**** Records supplied ****

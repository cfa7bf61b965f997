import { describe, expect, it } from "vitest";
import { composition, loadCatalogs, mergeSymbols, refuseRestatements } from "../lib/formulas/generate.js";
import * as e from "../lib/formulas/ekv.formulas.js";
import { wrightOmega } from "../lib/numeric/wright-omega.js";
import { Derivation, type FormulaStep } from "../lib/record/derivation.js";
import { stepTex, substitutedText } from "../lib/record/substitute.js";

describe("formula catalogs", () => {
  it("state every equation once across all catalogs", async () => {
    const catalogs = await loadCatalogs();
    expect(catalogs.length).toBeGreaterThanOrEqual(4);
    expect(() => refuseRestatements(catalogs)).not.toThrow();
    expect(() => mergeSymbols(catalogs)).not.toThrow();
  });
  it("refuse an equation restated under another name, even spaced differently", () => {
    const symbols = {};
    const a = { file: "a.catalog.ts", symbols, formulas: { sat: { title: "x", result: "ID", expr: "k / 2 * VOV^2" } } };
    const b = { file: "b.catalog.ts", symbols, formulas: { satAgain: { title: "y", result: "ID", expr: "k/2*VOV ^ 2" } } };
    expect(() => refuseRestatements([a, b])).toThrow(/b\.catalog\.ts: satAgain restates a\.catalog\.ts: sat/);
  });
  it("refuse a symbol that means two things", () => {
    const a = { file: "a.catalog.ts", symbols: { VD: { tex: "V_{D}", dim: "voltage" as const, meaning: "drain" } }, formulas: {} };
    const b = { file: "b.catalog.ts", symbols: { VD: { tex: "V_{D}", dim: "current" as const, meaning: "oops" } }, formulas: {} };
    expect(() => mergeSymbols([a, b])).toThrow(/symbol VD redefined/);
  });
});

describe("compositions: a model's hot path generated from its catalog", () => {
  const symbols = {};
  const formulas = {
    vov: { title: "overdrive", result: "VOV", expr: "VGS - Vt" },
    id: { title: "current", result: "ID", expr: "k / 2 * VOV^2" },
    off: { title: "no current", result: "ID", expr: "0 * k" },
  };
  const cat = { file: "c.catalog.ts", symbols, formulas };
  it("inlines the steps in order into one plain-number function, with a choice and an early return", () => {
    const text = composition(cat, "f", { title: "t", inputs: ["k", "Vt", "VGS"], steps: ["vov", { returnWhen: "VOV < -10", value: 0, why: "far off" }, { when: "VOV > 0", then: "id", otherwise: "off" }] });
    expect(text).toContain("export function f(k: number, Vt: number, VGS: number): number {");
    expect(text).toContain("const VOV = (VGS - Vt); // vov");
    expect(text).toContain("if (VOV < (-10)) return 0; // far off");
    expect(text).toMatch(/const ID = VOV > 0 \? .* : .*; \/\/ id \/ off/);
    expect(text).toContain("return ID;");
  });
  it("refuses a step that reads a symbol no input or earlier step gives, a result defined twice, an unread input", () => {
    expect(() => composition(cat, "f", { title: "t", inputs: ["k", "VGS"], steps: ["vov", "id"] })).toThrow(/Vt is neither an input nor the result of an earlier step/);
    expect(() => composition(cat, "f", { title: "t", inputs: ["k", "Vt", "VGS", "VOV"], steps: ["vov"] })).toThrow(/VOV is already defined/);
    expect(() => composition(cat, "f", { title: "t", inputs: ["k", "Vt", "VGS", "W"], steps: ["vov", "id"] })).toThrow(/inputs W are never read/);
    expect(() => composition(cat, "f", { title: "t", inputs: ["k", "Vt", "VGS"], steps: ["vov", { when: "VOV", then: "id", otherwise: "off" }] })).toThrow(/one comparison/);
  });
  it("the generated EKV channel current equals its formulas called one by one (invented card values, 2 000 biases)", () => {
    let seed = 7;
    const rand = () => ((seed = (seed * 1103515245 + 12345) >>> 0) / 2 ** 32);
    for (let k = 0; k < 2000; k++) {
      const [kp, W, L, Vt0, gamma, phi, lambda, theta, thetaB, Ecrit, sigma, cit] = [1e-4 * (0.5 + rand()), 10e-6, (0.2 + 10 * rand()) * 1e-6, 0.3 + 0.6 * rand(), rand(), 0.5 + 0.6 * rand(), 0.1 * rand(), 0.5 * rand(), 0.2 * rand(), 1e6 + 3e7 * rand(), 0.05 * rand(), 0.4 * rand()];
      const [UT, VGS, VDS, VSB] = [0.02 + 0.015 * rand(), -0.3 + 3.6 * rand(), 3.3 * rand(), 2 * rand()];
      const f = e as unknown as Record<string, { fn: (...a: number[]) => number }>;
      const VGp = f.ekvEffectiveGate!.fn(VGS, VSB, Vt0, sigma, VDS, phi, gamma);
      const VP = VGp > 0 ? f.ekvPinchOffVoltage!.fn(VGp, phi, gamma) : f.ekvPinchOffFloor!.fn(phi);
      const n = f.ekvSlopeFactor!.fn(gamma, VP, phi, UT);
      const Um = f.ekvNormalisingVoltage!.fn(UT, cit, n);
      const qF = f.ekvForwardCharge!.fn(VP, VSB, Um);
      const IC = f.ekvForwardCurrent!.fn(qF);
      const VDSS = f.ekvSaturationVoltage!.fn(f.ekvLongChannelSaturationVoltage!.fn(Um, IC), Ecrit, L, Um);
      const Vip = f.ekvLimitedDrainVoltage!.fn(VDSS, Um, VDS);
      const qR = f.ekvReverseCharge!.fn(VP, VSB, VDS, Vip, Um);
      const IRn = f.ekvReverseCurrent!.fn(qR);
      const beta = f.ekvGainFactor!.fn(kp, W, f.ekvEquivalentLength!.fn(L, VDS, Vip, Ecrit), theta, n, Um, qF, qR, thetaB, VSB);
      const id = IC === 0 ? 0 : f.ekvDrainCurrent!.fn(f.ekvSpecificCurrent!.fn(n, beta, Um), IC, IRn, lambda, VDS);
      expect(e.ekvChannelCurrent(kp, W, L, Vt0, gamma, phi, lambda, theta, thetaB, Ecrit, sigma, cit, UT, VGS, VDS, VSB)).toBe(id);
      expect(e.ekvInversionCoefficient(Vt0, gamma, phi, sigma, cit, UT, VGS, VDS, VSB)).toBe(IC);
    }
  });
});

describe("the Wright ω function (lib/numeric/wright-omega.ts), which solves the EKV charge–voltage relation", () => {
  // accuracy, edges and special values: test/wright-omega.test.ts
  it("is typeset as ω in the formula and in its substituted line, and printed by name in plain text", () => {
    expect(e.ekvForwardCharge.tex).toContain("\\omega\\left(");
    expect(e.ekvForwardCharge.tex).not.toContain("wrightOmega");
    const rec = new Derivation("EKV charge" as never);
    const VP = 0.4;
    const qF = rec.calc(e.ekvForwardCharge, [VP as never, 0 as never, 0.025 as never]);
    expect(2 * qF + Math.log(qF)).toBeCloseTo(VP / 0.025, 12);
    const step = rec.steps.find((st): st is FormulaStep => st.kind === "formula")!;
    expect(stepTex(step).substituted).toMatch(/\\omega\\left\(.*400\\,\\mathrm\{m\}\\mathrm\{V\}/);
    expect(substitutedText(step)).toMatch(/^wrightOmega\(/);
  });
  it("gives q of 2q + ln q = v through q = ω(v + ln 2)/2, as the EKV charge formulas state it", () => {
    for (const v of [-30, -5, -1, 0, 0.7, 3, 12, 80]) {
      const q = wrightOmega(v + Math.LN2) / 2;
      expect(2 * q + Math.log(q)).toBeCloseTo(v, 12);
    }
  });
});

****

» **Exercise details**
Could you reproduce the lines above, from the one that holds "const step = rec.steps.find((st): st" through the last, exactly as they stand?

» **Output of the task**
    const step = rec.steps.find((st): st is FormulaStep => st.kind === "formula")!;
    expect(stepTex(step).substituted).toMatch(/\\omega\\left\(.*400\\,\\mathrm\{m\}\\mathrm\{V\}/);
    expect(substitutedText(step)).toMatch(/^wrightOmega\(/);
  });
  it("gives q of 2q + ln q = v through q = ω(v + ln 2)/2, as the EKV charge formulas state it", () => {
    for (const v of [-30, -5, -1, 0, 0.7, 3, 12, 80]) {
      const q = wrightOmega(v + Math.LN2) / 2;
      expect(2 * q + Math.log(q)).toBeCloseTo(v, 12);
    }
  });
});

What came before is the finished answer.